> **TASK BRIEF**: A line below contains "If sbatch is", and a later one contains "except FileNotFoundError as". Repeat both, with every line between them, exactly.

Collected data:

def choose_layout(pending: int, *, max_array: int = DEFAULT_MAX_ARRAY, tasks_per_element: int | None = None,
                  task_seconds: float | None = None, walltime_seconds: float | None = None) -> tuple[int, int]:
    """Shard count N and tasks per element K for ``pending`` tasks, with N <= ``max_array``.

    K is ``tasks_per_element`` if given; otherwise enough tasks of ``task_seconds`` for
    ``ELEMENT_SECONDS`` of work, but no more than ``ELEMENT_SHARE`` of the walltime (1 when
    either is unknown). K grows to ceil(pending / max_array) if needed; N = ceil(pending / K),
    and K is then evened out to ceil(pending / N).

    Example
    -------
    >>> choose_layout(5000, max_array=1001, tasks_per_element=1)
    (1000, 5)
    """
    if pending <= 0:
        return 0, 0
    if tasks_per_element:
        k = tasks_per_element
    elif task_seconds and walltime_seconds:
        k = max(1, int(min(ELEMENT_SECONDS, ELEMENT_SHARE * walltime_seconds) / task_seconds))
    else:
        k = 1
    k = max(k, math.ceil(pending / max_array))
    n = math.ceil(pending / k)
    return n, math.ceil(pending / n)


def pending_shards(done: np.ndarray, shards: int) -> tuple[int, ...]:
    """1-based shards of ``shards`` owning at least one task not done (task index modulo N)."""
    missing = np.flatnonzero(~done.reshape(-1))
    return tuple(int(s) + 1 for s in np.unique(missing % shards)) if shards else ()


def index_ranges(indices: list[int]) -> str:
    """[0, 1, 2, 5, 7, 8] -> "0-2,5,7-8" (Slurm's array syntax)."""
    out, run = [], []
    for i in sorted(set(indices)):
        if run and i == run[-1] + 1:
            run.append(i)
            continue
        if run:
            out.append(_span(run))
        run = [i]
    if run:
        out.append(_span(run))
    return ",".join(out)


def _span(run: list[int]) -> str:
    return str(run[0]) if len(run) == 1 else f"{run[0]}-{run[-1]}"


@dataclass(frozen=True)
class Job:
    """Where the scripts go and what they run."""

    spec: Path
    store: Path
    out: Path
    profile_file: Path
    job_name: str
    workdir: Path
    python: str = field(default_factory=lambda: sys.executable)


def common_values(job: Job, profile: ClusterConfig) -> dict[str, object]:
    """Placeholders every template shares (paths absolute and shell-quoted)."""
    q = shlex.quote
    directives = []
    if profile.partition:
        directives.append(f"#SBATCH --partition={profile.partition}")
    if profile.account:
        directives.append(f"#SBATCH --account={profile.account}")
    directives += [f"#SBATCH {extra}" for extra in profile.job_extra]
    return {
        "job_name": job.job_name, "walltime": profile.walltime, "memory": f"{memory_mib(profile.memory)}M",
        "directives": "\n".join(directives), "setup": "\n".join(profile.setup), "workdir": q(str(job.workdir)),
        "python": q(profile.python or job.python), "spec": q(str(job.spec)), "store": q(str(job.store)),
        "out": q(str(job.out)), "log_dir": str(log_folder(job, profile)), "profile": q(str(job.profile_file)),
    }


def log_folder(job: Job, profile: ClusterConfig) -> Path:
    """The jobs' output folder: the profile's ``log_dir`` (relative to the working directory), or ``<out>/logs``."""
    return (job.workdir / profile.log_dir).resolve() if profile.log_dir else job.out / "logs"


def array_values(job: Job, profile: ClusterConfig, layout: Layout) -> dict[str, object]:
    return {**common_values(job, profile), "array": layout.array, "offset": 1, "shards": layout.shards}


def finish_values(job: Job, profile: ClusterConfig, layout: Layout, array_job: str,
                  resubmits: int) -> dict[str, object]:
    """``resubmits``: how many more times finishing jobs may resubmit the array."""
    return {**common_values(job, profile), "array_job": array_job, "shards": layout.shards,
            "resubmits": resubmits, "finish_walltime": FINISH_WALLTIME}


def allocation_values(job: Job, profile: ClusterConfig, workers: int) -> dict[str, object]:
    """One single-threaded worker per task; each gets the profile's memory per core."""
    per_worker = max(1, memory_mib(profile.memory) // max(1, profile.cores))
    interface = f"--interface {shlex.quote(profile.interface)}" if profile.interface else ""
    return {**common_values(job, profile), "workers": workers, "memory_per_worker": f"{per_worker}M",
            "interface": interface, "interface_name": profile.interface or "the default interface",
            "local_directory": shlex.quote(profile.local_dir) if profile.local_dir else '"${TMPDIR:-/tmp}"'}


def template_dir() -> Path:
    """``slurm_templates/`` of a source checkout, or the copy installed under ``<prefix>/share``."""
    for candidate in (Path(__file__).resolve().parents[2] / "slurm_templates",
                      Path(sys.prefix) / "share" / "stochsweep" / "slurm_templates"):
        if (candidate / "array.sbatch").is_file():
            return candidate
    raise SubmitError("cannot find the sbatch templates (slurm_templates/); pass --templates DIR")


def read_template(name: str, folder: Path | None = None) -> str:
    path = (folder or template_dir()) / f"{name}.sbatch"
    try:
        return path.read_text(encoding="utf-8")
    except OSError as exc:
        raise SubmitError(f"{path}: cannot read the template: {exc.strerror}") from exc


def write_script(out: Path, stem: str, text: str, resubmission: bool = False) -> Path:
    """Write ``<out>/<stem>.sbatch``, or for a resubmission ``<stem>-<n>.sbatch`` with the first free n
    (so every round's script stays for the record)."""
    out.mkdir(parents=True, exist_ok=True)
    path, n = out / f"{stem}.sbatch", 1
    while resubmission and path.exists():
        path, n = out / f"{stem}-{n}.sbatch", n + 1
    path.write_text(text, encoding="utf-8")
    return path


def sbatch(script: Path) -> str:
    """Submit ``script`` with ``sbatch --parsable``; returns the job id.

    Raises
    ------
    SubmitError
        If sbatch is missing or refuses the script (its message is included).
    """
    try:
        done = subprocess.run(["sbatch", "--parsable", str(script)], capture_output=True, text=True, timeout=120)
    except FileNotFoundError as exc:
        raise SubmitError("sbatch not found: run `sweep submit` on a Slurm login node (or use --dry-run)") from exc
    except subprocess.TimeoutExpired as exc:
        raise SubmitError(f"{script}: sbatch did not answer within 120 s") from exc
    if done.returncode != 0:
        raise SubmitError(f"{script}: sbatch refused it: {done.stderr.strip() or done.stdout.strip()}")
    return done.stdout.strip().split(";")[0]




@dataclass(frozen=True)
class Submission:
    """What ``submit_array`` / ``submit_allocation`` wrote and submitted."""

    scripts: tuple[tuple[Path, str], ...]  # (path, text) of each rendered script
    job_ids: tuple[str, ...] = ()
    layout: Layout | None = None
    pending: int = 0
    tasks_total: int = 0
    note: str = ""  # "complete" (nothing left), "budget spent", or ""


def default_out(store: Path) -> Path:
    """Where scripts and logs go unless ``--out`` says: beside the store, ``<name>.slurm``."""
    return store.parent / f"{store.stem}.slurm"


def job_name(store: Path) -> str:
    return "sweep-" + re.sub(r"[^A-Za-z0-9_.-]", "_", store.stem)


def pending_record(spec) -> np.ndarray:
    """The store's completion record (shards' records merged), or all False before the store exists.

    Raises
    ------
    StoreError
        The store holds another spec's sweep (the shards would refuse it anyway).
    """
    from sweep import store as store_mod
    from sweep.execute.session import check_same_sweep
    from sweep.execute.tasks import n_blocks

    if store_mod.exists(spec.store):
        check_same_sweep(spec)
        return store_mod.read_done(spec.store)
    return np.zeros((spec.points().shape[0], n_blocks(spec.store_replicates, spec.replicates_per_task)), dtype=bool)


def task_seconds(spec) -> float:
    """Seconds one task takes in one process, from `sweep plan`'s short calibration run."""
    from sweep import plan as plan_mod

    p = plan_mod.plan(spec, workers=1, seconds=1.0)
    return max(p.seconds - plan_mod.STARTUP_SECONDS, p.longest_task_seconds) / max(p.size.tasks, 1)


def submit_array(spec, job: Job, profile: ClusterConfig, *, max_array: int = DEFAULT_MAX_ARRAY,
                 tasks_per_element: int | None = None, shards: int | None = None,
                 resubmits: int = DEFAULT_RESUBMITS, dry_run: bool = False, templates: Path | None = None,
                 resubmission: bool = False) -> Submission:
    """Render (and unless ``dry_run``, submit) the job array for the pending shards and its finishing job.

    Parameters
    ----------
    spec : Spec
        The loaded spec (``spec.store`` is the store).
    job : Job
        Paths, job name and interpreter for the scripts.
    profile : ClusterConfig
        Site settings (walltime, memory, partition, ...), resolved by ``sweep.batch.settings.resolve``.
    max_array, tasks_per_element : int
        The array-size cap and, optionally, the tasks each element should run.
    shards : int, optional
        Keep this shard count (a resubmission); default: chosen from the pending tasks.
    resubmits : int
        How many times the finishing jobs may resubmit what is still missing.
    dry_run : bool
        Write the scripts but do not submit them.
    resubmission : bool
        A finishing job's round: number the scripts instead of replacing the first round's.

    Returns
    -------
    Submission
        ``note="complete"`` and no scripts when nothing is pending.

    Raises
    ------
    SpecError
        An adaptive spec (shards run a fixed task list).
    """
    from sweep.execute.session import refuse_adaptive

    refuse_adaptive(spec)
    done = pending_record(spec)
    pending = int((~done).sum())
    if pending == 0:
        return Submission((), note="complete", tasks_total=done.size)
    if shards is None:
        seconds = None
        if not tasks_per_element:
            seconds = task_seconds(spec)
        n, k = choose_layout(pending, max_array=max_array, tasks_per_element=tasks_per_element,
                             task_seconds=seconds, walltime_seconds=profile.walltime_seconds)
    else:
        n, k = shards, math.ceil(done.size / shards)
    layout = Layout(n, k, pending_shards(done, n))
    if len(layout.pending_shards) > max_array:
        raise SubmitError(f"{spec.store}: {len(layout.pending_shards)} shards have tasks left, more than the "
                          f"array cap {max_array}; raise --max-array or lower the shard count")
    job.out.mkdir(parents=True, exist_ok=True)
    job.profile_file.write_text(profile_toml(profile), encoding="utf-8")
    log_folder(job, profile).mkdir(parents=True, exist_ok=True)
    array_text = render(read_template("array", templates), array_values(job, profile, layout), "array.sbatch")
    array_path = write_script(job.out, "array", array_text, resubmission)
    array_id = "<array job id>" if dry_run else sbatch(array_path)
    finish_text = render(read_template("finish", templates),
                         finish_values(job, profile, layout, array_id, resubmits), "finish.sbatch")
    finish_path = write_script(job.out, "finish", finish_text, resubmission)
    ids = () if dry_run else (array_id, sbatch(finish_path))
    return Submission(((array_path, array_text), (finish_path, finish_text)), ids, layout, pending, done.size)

> **WRITTEN REPLY**:
        If sbatch is missing or refuses the script (its message is included).
    """
    try:
        done = subprocess.run(["sbatch", "--parsable", str(script)], capture_output=True, text=True, timeout=120)
    except FileNotFoundError as exc:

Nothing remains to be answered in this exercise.